Operating netback is defined as revenues less royalties and production and transportation expenses.
Realized contractual gas sales is defined as gas produced and sold plus gas revenues received from nominated take or pay contracts.
Total cash sales is defined as realized contractual gas sales and crude oil sales plus cash received for gas classified as deferred income according to IFRS.
Unrisked recoverable resource potential is based on management’s estimates.

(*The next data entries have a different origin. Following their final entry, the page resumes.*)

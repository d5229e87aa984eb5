import { SearchSunLongitude } from 'astronomy-engine';
import { describe, expect, it } from 'vitest';

import { sunLongitudeRad } from '#shared/sky/sun/sun-longitude.js';

const DEG = Math.PI / 180;

/** Remote centuries are held against PyEphem in tests/reference/against-ephem.test.ts. */
describe('the Sun’s longitude', () => {
  it('is 0°, 90°, 180° and 270° at the equinoxes and solstices of 2000 [Meeus 1998, table 27.E, to the minute]', () => {
    const minutes = 1 / 1440;
    const instants = [
      [2_451_623.8159, 0],
      [2_451_716.5746, 90],
      [2_451_810.2272, 180],
      [2_451_900.0689, 270],
    ] as const;
    for (const [jdTt, degrees] of instants) {
      const jdUt = jdTt - 64 / 86_400;
      const difference = Math.sin(sunLongitudeRad(jdUt) - degrees * DEG);
      // The Sun moves 0.0007° in a minute.
      expect(Math.abs(difference) / DEG).toBeLessThan(2 * minutes);
    }
  });

  it('agrees with the library’s own search in the present years', () => {
    const found = SearchSunLongitude(123, new Date('2027-06-01T00:00:00Z'), 100);
    expect(sunLongitudeRad((found?.ut ?? 0) + 2_451_545) / DEG).toBeCloseTo(123, 4);
  });
});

Boe Conversion – The term “boe” is used in this news release. Boe may be misleading, particularly if used in isolation. A boe conversion ratio of cubic feet of natural gas to barrels oil equivalent is based on an energy equivalency conversion method primarily applicable at the burner tip and does not represent a value equivalency at the wellhead. In this news release, we have expressed boe using the Colombian conversion standard of 5.7 Mcf: 1 bbl required by the Ministry of Mines and Energy of Colombia. As the value ratio between natural gas and crude oil based on the current prices of natural gas and crude oil is significantly different from the energy equivalency of 5.7:1, utilizing a conversion on a 5.7:1 basis may be misleading as an indication of value.